The film shows soy manufacturing as especially problematic in other ways, as well. According to one expert, because they are fed on Brazilian soy, European livestock are, in a sense, eating up the rainforest of Amazonia, causing an ecological imbalance. In Brazil, an area the size of France plus Portugal has been cleared since 1975 while children starve in Somalia, Sudan, and rural Brazil, where women feed their children stone soup. In Northeastern Brazil, water is contaminated, and women can only feed their children goat’s milk once they have outgrown their mothers’ breasts. These rural Brazilians cannot read and write, and now they can grow little food; even though Brazil is one of the largest exporters of soy and one of the richest agrarian states, its people are starving. Europeans import 90% of soy for their livestock from Brazil, the expert explains, since European corn and soy are burned for electricity.





The film attempts to reveal some of the dangers of industrialized chicken and egg production, as well, but it ends with a portrait of Nestle’s CEO and his claim to feed the world. Avene Nestle, the company’s current CEO asserts that “Nature is no longer pitiless” and advocates for GMO food instead of organic, since it will more quickly and readily feed the hungry.
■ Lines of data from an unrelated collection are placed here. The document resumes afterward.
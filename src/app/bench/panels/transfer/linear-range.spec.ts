import { solveNetlist } from '../../../../../solver';
import { linearRange, LINEAR_SLOPE_FRACTION, slopes } from './linear-range';
import { currentTailPair } from './testing';

/** Thermal voltage kT/q at 27 °C (300.15 K), CODATA 2018 constants. */
const VT = (1.380649e-23 * 300.15) / 1.602176634e-19;

/** Evenly spaced values from `from` to `to` by `step`. */
function sweep(from: number, to: number, step: number): number[] {
  const n = Math.round((to - from) / step);
  return Array.from({ length: n + 1 }, (_, k) => from + k * step);
}

describe('linear input range', () => {
  /*
   * A bipolar differential pair steers its tail current I_EE as
   *   ΔiC = iC1 − iC2 = α·I_EE·tanh(vid / 2V_T)
   * (Sedra & Smith, Microelectronic Circuits, 7th ed., §9.2, large-signal operation of the BJT
   * differential pair; equation number from memory not given). Its slope is
   *   dΔiC/dvid = (α·I_EE / 2V_T)·sech²(vid / 2V_T),
   * largest at vid = 0. The slope is a fraction f of that peak where sech²(u) = f, that is
   * 1 − tanh²(u) = f, so tanh(u) = √(1 − f) and
   *   |vid| = 2V_T·atanh(√(1 − f)),
   * for f = 0.9: 2V_T·atanh(√0.1) = 2V_T·0.32745 ≈ 0.655·V_T ≈ 16.9 mV at 27 °C.
   */
  const edge = (f: number) => 2 * VT * Math.atanh(Math.sqrt(1 - f));
  const IEE = 2e-3;

  it('finds 2V_T·atanh(√0.1) on each side for the tanh of a bipolar pair', () => {
    const x = sweep(-0.1, 0.1, 0.5e-3);
    const y = x.map((v) => IEE * Math.tanh(v / (2 * VT)));
    const r = linearRange(x, y)!;
    expect(LINEAR_SLOPE_FRACTION).toBe(0.9);
    expect(edge(0.9) / VT).toBeCloseTo(0.6549, 4);
    expect(r.hi / edge(0.9)).toBeCloseTo(1, 3);
    expect(r.lo / -edge(0.9)).toBeCloseTo(1, 3);
    expect(r.peakX).toBeCloseTo(0, 12);
    // Peak slope I_EE / 2V_T (the pair's large-signal gm at balance).
    expect(r.peakSlope / (IEE / (2 * VT))).toBeCloseTo(1, 3);
    expect(r.loOpen || r.hiOpen).toBe(false);
  });

  it('follows the stated fraction, an inverting output, an offset and a downward sweep', () => {
    const x = sweep(-0.1, 0.1, 0.25e-3);
    const offset = 5e-3;
    const y = x.map((v) => 7.5 - 5e3 * IEE / 2 * Math.tanh((v - offset) / (2 * VT)));
    const r = linearRange(x, y, 0.5)!;
    expect((r.hi - offset) / edge(0.5)).toBeCloseTo(1, 3);
    expect((offset - r.lo) / edge(0.5)).toBeCloseTo(1, 3);
    expect(r.peakSlope).toBeLessThan(0);
    const down = linearRange([...x].reverse(), [...y].reverse(), 0.5)!;
    expect(down.lo).toBeCloseTo(r.lo, 12);
    expect(down.hi).toBeCloseTo(r.hi, 12);
  });

  it('says when the sweep ends before the slope falls, and gives no range for a flat curve', () => {
    const x = sweep(-0.01, 0.01, 0.5e-3);
    const r = linearRange(x, x.map((v) => Math.tanh(v / (2 * VT))))!;
    expect(r.loOpen && r.hiOpen).toBe(true);
    expect([r.lo, r.hi]).toEqual([x[0], x[x.length - 1]]);
    expect(linearRange(x, x.map(() => 10))).toBeUndefined();
    expect(linearRange([0, 1], [0, 1])).toBeUndefined();
  });

  it('takes slopes that are exact for a parabola on uneven steps', () => {
    const x = [0, 0.1, 0.3, 0.35, 0.8];
    const s = slopes(x, x.map((v) => 3 * v * v - v));
    // d/dx (3x² − x) = 6x − 1 inside; the ends are one-sided.
    for (const k of [1, 2, 3]) expect(s[k]).toBeCloseTo(6 * x[k] - 1, 12);
  });

  it('measures the solver’s own pair: the range of v(outa) matches 2V_T·atanh(√0.1)', () => {
    // An ideal 2 mA tail and no Early effect: the collector currents split exactly as tanh
    // (up to α), so the linear range of either output is the analytic one.
    const result = solveNetlist(currentTailPair({ model: 'is=1e-16, beta=200', ports: false, step: '0.5m' }));
    expect(result.errors).toEqual([]);
    const t = result.transfer!;
    const r = linearRange(t.x, t.curves['v(outa)'])!;
    expect(r.hi / edge(0.9)).toBeCloseTo(1, 2);
    expect(r.lo / -edge(0.9)).toBeCloseTo(1, 2);
  });
});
Although Nestle explains that his responsibility is to ensure a profitable future for the company and its shareholders, his point about feeding a starving world seems like an answer to the starvation problem broached by the film. The film ends with this portrait, leaving the viewer with mixed reactions to the film’s images of industrialized food production. Instead of the single message and point of view of Gore’s Inconvenient Truth, We Feed the World relies on a series of experts to make its point about the social and environmental consequences of turning food production into a massive industry. Yet the film loses its edge when it ends not with a clear rearticulation of its thesis but with an opposite, contrasting, and conflicting message of a new kind of hope: the hope that with efficiency and high-production counts that include GMO seed and the end of food production as a family business, factory farming can feed the world.